I've been reading all of these getting well stories in order to maybe give me some hope but all can I think about is do they really recover or are they just really good at putting it in the back of their mind maybe that is just the pessimist in me thinking that noone is ever the same after going to hell and back over this condition and maybe the getting better is actually just the mind able to make what do with what it can but it won't go away forever it will always be there lying dormant until one day it perceives a threat or you pick up a joint or take drugs or whatever it is that triggers you and it ignites and your back at square one feeling lost and alone and scared you end up back in therapy or in a psych hospital taking drugs that is supposed to help you with this condition but they really don't and all you can do is wait until you aren't a danger to yourself or others before you can keep on moving on


----------



## forestx5 (Aug 29, 2008)

Recurrent major depression is an awful illness because an episode can be an epic struggle for survival. It may take 6 months to walk down the path that has been burned into your brain. The path leads to hell. Racing thoughts. A nervous breakdown. Horrible insomnia and intense anxiety. But you fight it with everything you have

and you slowly ascend back up the path. It would take 18 months of persistent effort to return to near normalcy. Then you make as much hay as you can while the sun shines.. You work hard to distance yourself from the hole you knew at the bottom. You can lift weights and run marathons. You can

attend school and graduate at the top of your class. You can be whoever you want, but you are a sufferer of major depression. The illness will reel you back in and you must walk down the path again. And again. And again. The average number of episodes of recurrent major depression is 4.5 per lifetime. (If, you survive #1.)

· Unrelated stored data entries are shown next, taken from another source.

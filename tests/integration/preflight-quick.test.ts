// The preflight in few taps: tanks and drain points from the aircraft's template, fuel above a
// tank's capacity refused naming the tank (nothing written), a finding tapped without words
// becoming a squawk through the one squawk write path (with its "reported" event and photo),
// and the club's template keeping its tanks.
import { and, eq } from "drizzle-orm";
import { beforeAll, describe, expect, it } from "vitest";
import { preflightRecords, squawkEvents, squawks, uploads } from "@/db/schema";
import { getPreflightTemplate } from "@/db/queries/tools-preflight";
import { createBooking } from "@/lib/actions/bookings/create-booking";
import { recordPreflight } from "@/lib/actions/preflight/record-preflight";
import { savePreflightTemplateAction } from "@/lib/actions/preflight/save-template";
import { EMPTY, clubBySlug, db, form, signInAs } from "./helpers";
import { ALL_GUARDS, localAt, planeId, seedScenario, setGuards } from "./bookings-helpers";

const SLUG = "reedwater";
const PNG = Buffer.from("iVBORw0KGgoAAAANSUhEUgAAAAEAAAABCAYAAAAfFcSJAAAADUlEQVR42mP8z8BQDwAEhQGAhKmMIQAAAABJRU5ErkJggg==", "base64");

describe("preflight in few taps", () => {
  let bookingId = "";
  let aircraftId = "";

  beforeAll(async () => {
    await seedScenario();
    setGuards(SLUG, { notCurrent: "warn", inArrears: "warn" });
    const club = clubBySlug(SLUG);
    aircraftId = planeId(SLUG, "N0527L");
    signInAs("member@hangarline.test");
    const made = await createBooking(EMPTY, form({ club: SLUG, aircraftId, startsAt: localAt(club, 9, "09:00"), endsAt: localAt(club, 9, "11:00"), acceptedGuards: ALL_GUARDS }));
    expect(made, made.message).toMatchObject({ ok: true });
    bookingId = (made.data as { bookingId: string }).bookingId;
  });

  /** Every item as expected, every sample clear, both tanks at the given readings. */
  function allAsExpected(fuel: [string, string]): Record<string, string | string[]> {
    const template = getPreflightTemplate(db(), clubBySlug(SLUG).id, aircraftId)!;
    const fields: Record<string, string | string[]> = { club: SLUG, bookingId, oilQuantity: "6", sumpPoint: template.sumpPoints, fuelTank: template.fuelTanks.map((t) => t.name), fuelQuantity: fuel };
    template.sumpPoints.forEach((_, i) => (fields[`sump.${i}`] = "clear"));
    for (const item of template.items) fields[`result.${item.id}`] = "ok";
    return fields;
  }

  it("the seeded template has its tanks with capacities and groups the documents with the cabin", () => {
    const template = getPreflightTemplate(db(), clubBySlug(SLUG).id, aircraftId)!;
    expect(template.fuelTanks).toEqual([{ name: "Left wing tank", capacity: 20 }, { name: "Right wing tank", capacity: 20 }]);
    expect([...new Set(template.items.map((i) => i.section))]).toEqual(["Cabin", "Left wing", "Nose", "Right wing", "Tail"]);
  });

  it("fuel above a tank's capacity is refused naming that tank, and nothing is written", async () => {
    signInAs("member@hangarline.test");
    const before = db().select().from(preflightRecords).all().length;
    const refused = await recordPreflight(EMPTY, form(allAsExpected(["20", "26"])));
    expect(refused.ok).toBe(false);
    expect(refused.message).toBe("Right wing tank holds at most 20 US gal; 26 US gal cannot be in it. Check the reading. Nothing was saved.");
    expect(refused.fieldErrors["fuelQuantity.1"]).toEqual(["Right wing tank holds at most 20 US gal; 26 US gal cannot be in it. Check the reading."]);
    expect(refused.fieldErrors["fuelQuantity.0"]).toBeUndefined();
    expect(db().select().from(preflightRecords).all()).toHaveLength(before);
  });

  it("all as expected with full tanks is an OK record", async () => {
    signInAs("member@hangarline.test");
    const state = await recordPreflight(EMPTY, form(allAsExpected(["20", "20"])));
    expect(state, state.message).toMatchObject({ ok: true, message: "Preflight recorded: everything as expected. You can begin the flight." });
    const { recordId } = state.data as { recordId: string };
    expect(db().select().from(preflightRecords).where(eq(preflightRecords.id, recordId)).get()).toMatchObject({ outcome: "ok", fuel: [{ tank: "Left wing tank", quantity: 20 }, { tank: "Right wing tank", quantity: 20 }] });
  });

  it("a finding tapped without words becomes a squawk naming the item, with its reported event and photo", async () => {
    signInAs("member@hangarline.test");
    const template = getPreflightTemplate(db(), clubBySlug(SLUG).id, aircraftId)!;
    const prop = template.items.find((i) => i.label.startsWith("propeller"))!;
    const fields = allAsExpected(["20", "15"]);
    fields[`result.${prop.id}`] = "finding";
    const fd = form(fields);
    fd.append(`photos.${prop.id}`, new File([PNG], "prop.png", { type: "image/png" }));
    const state = await recordPreflight(EMPTY, fd);
    expect(state, state.message).toMatchObject({ ok: true });
    const { squawkIds } = state.data as { squawkIds: string[] };
    expect(squawkIds).toHaveLength(1);
    const squawk = db().select().from(squawks).where(eq(squawks.id, squawkIds[0]!)).get()!;
    expect(squawk).toMatchObject({ aircraftId, foundDuring: "preflight", triage: "untriaged", description: "Nose — propeller free of nicks, spinner secure: not as expected (found during the preflight)." });
    expect(db().select().from(squawkEvents).where(and(eq(squawkEvents.squawkId, squawk.id), eq(squawkEvents.kind, "reported"))).all()).toHaveLength(1);
    expect(db().select().from(uploads).where(and(eq(uploads.subjectType, "Squawk"), eq(uploads.subjectId, squawk.id))).all()).toHaveLength(1);
  });

  it("maintenance keeps the tanks in the template; a line without a capacity is refused by line", async () => {
    signInAs("maintenance@hangarline.test");
    const base = { club: SLUG, aircraftId, documents: "Registration certificate", checklist: "Cabin: master off\nNose: oil cap secure", sumpPoints: "Left wing sump", oilMinimum: "5", oilMaximum: "8" };
    const bad = await savePreflightTemplateAction(EMPTY, form({ ...base, fuelTanks: "Left wing tank | 20\nRight wing tank" }));
    expect(bad.ok).toBe(false);
    expect(bad.fieldErrors.fuelTanks?.[0]).toMatch(/^Line 2: write "Tank name \| usable capacity"/);
    const ok = await savePreflightTemplateAction(EMPTY, form({ ...base, fuelTanks: "Left wing tank | 20\nRight wing tank | 19.5" }));
    expect(ok, ok.message).toMatchObject({ ok: true });
    const template = getPreflightTemplate(db(), clubBySlug(SLUG).id, aircraftId)!;
    expect(template.fuelTanks).toEqual([{ name: "Left wing tank", capacity: 20 }, { name: "Right wing tank", capacity: 19.5 }]);
    // The documents join the cabin group.
    expect(template.items.filter((i) => i.kind === "document").map((i) => i.section)).toEqual(["Cabin"]);
  });
});
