import { Button, Text } from "@react-email/components";
import { EmailLayout, buttonStyle } from "./layout";

export type BookingReminderProps = {
  clubName: string;
  personName: string;
  /** "Wednesday, Dec 9, 09:00–11:30 (club time, America/Chicago)". */
  when: string;
  registration: string;
  /** Who flies and who teaches, e.g. "You fly with Imani Ostrowski". */
  withWhom: string | null;
  url: string;
};

export function BookingReminderEmail({ clubName, personName, when, registration, withWhom, url }: BookingReminderProps) {
  return (
    <EmailLayout preview={`Tomorrow: ${registration}, ${when}`} title={`Tomorrow: ${registration}`} clubName={clubName}>
      <Text>Hello {personName},</Text>
      <Text>
        A reminder of your booking tomorrow: {registration}, {when}.{withWhom ? ` ${withWhom}.` : ""}
      </Text>
      <Text>If your plans have changed, cancel it so another member can fly. The aircraft&apos;s status is on the booking page; check it again before you go.</Text>
      <Button href={url} style={buttonStyle}>Open the booking</Button>
    </EmailLayout>
  );
}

I never thought it would be over for me, but I ended up in the psych ward with my last episode and I decided to roll with ECT. Every other day for 2 weeks, and I felt like my mental firmware was reset to factory defaults. No more insomnia, anxiety, intrusive thoughts, racing thoughts, or any of the assortment of psychiatric symptoms that

coexist with depression. That was 6 years ago. Somehow I know I will never have another episode of major depression. I feel I am recovered. The ECT destroyed the underlying cause of recurrence. I don't know how and neither do they. I'm OK with that.


----------



## cyberafrica (Feb 14, 2008)

Kell0613 said:


> I've been reading all of these getting well stories in order to maybe give me some hope but all can I think about is do they really recover or are they just really good at putting it in the back of their mind maybe that is just the pessimist in me thinking that noone is ever the same after going to hell and back over this condition and maybe the getting better is actually just the mind able to make what do with what it can but it won't go away forever it will always be there lying dormant until one day it perceives a threat or you pick up a joint or take drugs or whatever it is that triggers you and it ignites and your back at square one feeling lost and alone and scared you end up back in therapy or in a psych hospital taking drugs that is supposed to help you with this condition but they really don't and all you can do is wait until you aren't a danger to yourself or others before you can keep on moving on


******* Trigger Warning********

Hi Kell

I can answer both questions as have completely experienced both. I fully recovered from DPDR within approx. 3 years of the first onset, which was induced by stress and a joint. I was in the thick of DPDR and depression between 2007 & 2010, was stuck on this forum all the time,read all the books and even got hold of the experts in the USA for consultations.I somehow moved on, by just being active in the world, although there was a breakdown a year after getting DPDR because of work stress that I landed up in the ER for a week, and they tried to put me on an anti-depressant. In that period I consulted 2 psychiatrists who didn't know a thing about it, and 2 psychologists. Was put on various trials of medications like Lamotrogine and other anti epileptics but opted to stop all medications. One psychologist worked with me with cognitive and EMDR therapy which seem to help, but I cannot pinpoint that exactly. I also became very spiritual. After 3 years it seemed to dissipate, and it was step by step, not suddenly overnight, as I do remember incidences when I was healing the DPDR would be intermittent, and I would recognise it.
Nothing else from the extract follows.